(Material supplied Opens)

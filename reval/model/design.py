"""Turn a feature matrix into penalised model blocks, with every transformation learned on training rows only.

A `DesignSpec` records what it learned (imputation values, log floors, ranges, standardisation,
identifiability constraints) so that parcels being valued are treated exactly like the sales the
model saw: the same imputation, the same clamping to the training range, the same centring.

Identifiability: every curve and level effect is constrained to average zero over the training
rows (the sum-to-zero constraint of Wood 2017, section 5.4.1). The constraint vector c (column
means of the basis) is absorbed by reparametrising with an orthonormal basis Z of its null space
(QR of c), so a block's columns are B Z and its penalty Z' S Z. The intercept is then the average
fitted log value and each term says how a parcel differs from the average one.

A deviation design (market area or segment on top of a parent offset) is penalised toward zero
in every direction: its intercept, binary and interaction columns get a ridge, and each curve gets
a second penalty on the null space of its wiggliness penalty (the straight line), the double
penalty of Marra & Wood (2011, Computational Statistics & Data Analysis 55(7)).
"""

from __future__ import annotations

from dataclasses import dataclass, replace
from functools import cached_property
from typing import Protocol, Sequence

import numpy as np

from reval.model.splines import bspline_basis, cubic_pieces, difference_matrix
from reval.states import FEATURE_SHAPES

INTERCEPT = "(intercept)"
PRODUCT_CAP = 2.5  # standardised values are capped at +/- this before forming products (docs/model.md, section 1, point 4)
Pair = tuple[str, str]


class Feature(Protocol):
    """What the models need to know about a feature (read-only; reval.data.config.FeatureSpec fits)."""

    @property
    def name(self) -> str: ...

    @property
    def kind(self) -> str: ...

    @property
    def log(self) -> bool: ...

    @property
    def levels(self) -> tuple[str, ...]: ...


def shape_of(feature: Feature) -> str:
    """A feature's shape rule: its `shape` attribute when it has one (reval.config.FeatureSpec does), else free."""
    shape = str(getattr(feature, "shape", "free"))
    if shape not in FEATURE_SHAPES:
        raise ValueError(f"feature {feature.name!r}: shape must be one of {', '.join(FEATURE_SHAPES)}, got {shape!r}")
    if shape != "free" and feature.kind not in ("continuous", "ordinal"):
        raise ValueError(f"feature {feature.name!r}: only continuous and ordinal features take a shape rule")
    return shape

(Material supplied Closes)

How to complete this task - Transcribe every record above so that nothing differs from the original.

Exercise result -
filename reval/model/design.py
"""Turn a feature matrix into penalised model blocks, with every transformation learned on training rows only.

A `DesignSpec` records what it learned (imputation values, log floors, ranges, standardisation,
identifiability constraints) so that parcels being valued are treated exactly like the sales the
model saw: the same imputation, the same clamping to the training range, the same centring.

Identifiability: every curve and level effect is constrained to average zero over the training
rows (the sum-to-zero constraint of Wood 2017, section 5.4.1). The constraint vector c (column
means of the basis) is absorbed by reparametrising with an orthonormal basis Z of its null space
(QR of c), so a block's columns are B Z and its penalty Z' S Z. The intercept is then the average
fitted log value and each term says how a parcel differs from the average one.

A deviation design (market area or segment on top of a parent offset) is penalised toward zero
in every direction: its intercept, binary and interaction columns get a ridge, and each curve gets
a second penalty on the null space of its wiggliness penalty (the straight line), the double
penalty of Marra & Wood (2011, Computational Statistics & Data Analysis 55(7)).
"""

from __future__ import annotations

from dataclasses import dataclass, replace
from functools import cached_property
from typing import Protocol, Sequence

import numpy as np

from reval.model.splines import bspline_basis, cubic_pieces, difference_matrix
from reval.states import FEATURE_SHAPES

INTERCEPT = "(intercept)"
PRODUCT_CAP = 2.5  # standardised values are capped at +/- this before forming products (docs/model.md, section 1, point 4)
Pair = tuple[str, str]


class Feature(Protocol):
    """What the models need to know about a feature (read-only; reval.data.config.FeatureSpec fits)."""

    @property
    def name(self) -> str: ...

    @property
    def kind(self) -> str: ...

    @property
    def log(self) -> bool: ...

    @property
    def levels(self) -> tuple[str, ...]: ...


def shape_of(feature: Feature) -> str:
    """A feature's shape rule: its `shape` attribute when it has one (reval.config.FeatureSpec does), else free."""
    shape = str(getattr(feature, "shape", "free"))
    if shape not in FEATURE_SHAPES:
        raise ValueError(f"feature {feature.name!r}: shape must be one of {', '.join(FEATURE_SHAPES)}, got {shape!r}")
    if shape != "free" and feature.kind not in ("continuous", "ordinal"):
        raise ValueError(f"feature {feature.name!r}: only continuous and ordinal features take a shape rule")
    return shape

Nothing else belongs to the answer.